BAB II PEMBAHASAN……………………………………………………
3.1.Kesimpulan …………………………………………………….
3.2.Saran ……………………………………………………………
DAFTAR PUSTAKA
BAB I
PENDAHULUAN
1.1 Latar belakang
Berbicara tentang malpraktik medik bukanlah hal yang baru di Indonesia. Budi
Sampoerno mengemukakan malpraktik adalah pelanggaran administratif, etik, tindak
pidana tidak sesuai dengan Standar Profesi dan Standar Prosedur Operasional, tidak
sesuai dengan apa yang harus atau tidak boleh dilakukan pada umumnya yang
sekualifikasi pada situasi kondisi yang identik,kelalaian dan ketidak kompetensian.

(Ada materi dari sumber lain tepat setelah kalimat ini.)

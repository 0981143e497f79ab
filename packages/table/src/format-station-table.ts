/**
 * The station table as aligned text, for the terminal and for printing.
 */
import { CAUTION, type Template } from '@girth/unroll';
import { stationCells, tableLength } from './internal/station-cells.js';
import type { StationTableTextOptions } from './types.js';

/** Spaces between columns. */
const GAP = '  ';

/** Text for one table line: no control characters (a heading cannot break the layout). */
const oneLine = (s: string): string => s.replace(/[\u0000-\u001F\u007F-\u009F\u2028\u2029]+/g, ' ');

/**
 * The station table of a template as aligned plain text.
 *
 * Layout: the template title, the stretch-out for wraps, a blank line, the
 * column headings (`Station`, `Angle (deg)`, then the template's station
 * columns), a rule, one right-aligned row per station, and (unless
 * `caution: false`) a blank line and the one-line `CAUTION` of `@girth/unroll`
 * (once; the template's notes are not printed). Lengths are written
 * by `formatLength` of `@girth/pipes`: feet-inch-sixteenths for `'ft-in'`
 * (1/8 or 1/32 with `fraction`), decimal inches or millimetres otherwise.
 * Angles get the fewest decimals (0 to 3) that show every station exactly.
 * Lines end in `\n`; the text ends with one.
 *
 * @param template a developed template (lengths in mm).
 * @param options `format` `'ft-in' | 'in' | 'mm'`, optional `fraction` 8/16/32,
 *   `decimals` 0-6 for in/mm, `caution` (default true).
 * @throws GirthError `BAD_OPTION` for an unknown format, fraction or decimals;
 *   `NOT_A_NUMBER` / `NOT_FINITE` naming a missing or non-finite station value.
 * @example
 * ```ts
 * // A plane cut at 22.5° on NPS 6 (OD 6.625 in), 16 stations:
 * formatStationTable(template, { format: 'ft-in' });
 * // Plane cut 22.5° on OD 6.625 in
 * // Stretch-out: 1'-8 13/16"
 * //
 * // Station  Angle (deg)        Girth  Cutback
 * // -------  -----------  -----------  -------
 * //       1          0.0           0"       0"
 * //       2         22.5      1 5/16"     1/8"
 * // ...
 * //       9        180.0     10 7/16"   2 3/4"
 * // ...
 * //
 * // CAUTION: verify against the actual pipe before cutting; ...
 * ```
 */
export function formatStationTable(template: Template, options: StationTableTextOptions): string {
  const { headings, rows } = stationCells(template, { blank: '-', ...options });
  const cells = [headings, ...rows].map((r) => r.map(oneLine));
  const widths = headings.map((_, c) => Math.max(...cells.map((r) => r[c]!.length)));
  const line = (r: readonly string[]): string => r.map((cell, c) => cell.padStart(widths[c]!)).join(GAP).trimEnd();
  const out: string[] = [oneLine(String(template.title ?? template.id))];
  if (template.kind === 'wrap') out.push(`Stretch-out: ${tableLength(template.stretchOutMm, options, 'template.stretchOutMm')}`);
  // With the fit-up applied: the square line the ordinates are measured from, the depth of the cut and the stock past the short point.
  for (const l of template.ordinates?.lines ?? []) out.push(oneLine(l));
  out.push('', line(cells[0]!), widths.map((w) => '-'.repeat(w)).join(GAP));
  for (const r of cells.slice(1)) out.push(line(r));
  if (options.caution ?? true) out.push('', CAUTION);
  return out.join('\n') + '\n';
}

Ketika terjadimalpraktik, maka pasien menjadi korban dan mengalami kerugian, dlam
hubungan hukum antara dokter dengan pasien selalu menempatkan pasien
dalamposisi lemah, hal ini dikarenakan pasien tidak memahami permasalahan
penyakitnya sementara pihak lainnya adalah dokter seorang yang ahli, dari hubungan
ini manakala dokter mengatakan pelayanan yang diberikan sudah sesuai Standar
Profesi dan Standar Prosedur Operasional, pasien pun sebagai korban dari pemberian
layanan kesehatan yang tidak kompeten dan ceroboh. Akibatnya pasien menjadi
korban dari malpraktik itu dan tentu saja akan mengalami kerugian bagi dokter itu
sendiri manakala kasus tersebut mencuat ke media cetak atau jejaring social
PEMBAHASAN
Istilah malpraktik atau malpractice menurut Daris, Peter Salim dalam “The Con-
temporary English Indonesia Dictionary” berarti perbuatan atau tindakan yang salah,
yang menunjukkan pada setiap sikap tindakan yang keliru. Sedangkan menurut John
M. Echols dan Hassan Sadily dalam Kamus Inggris Indonesia, “malpractice” berarti
cara pengobatan pasien yang salah. Adapun ruang lingkupnya mencakup kurangnya
kemampuan untuk melaksanakan kewajiban-kewajiban profesional atau didasarkan
kepada kepercayaan. Jadi malpraktik merupakan salah satu penyebab
perselisihan/konflik antara tenaga kesehatan dengan pasien.
Terdapat dua istilah yang lazim dipakai dan didengar oleh etiap kalangan bagi
mereka terutama berkecimpung atau bahkan sedang mengalami dan
berurusan kondisi kesehatan fisik dan psikis seseorang. Dalam masyarakat ketika
seseorang mengalami penderitaan kesehatan sebagai akibat dari pihak tenaga
medis (kesehatan) seperti dokter, perawat ataupun petugas kesehatan lainnya
timbul kecenderungan menyebut dengan istilah telah terjadi “malpraktek”, atau
disambung dengan ikutan kata “medik”, menjadilah sebutan istilah “malpraktik
medik”.
Berbicara mengenai malpraktik atau malpractice berasal dari kata “mal” yang
berarti “buruk” Sedangkan kata “practice” berarti suatu tindakan atau praktik.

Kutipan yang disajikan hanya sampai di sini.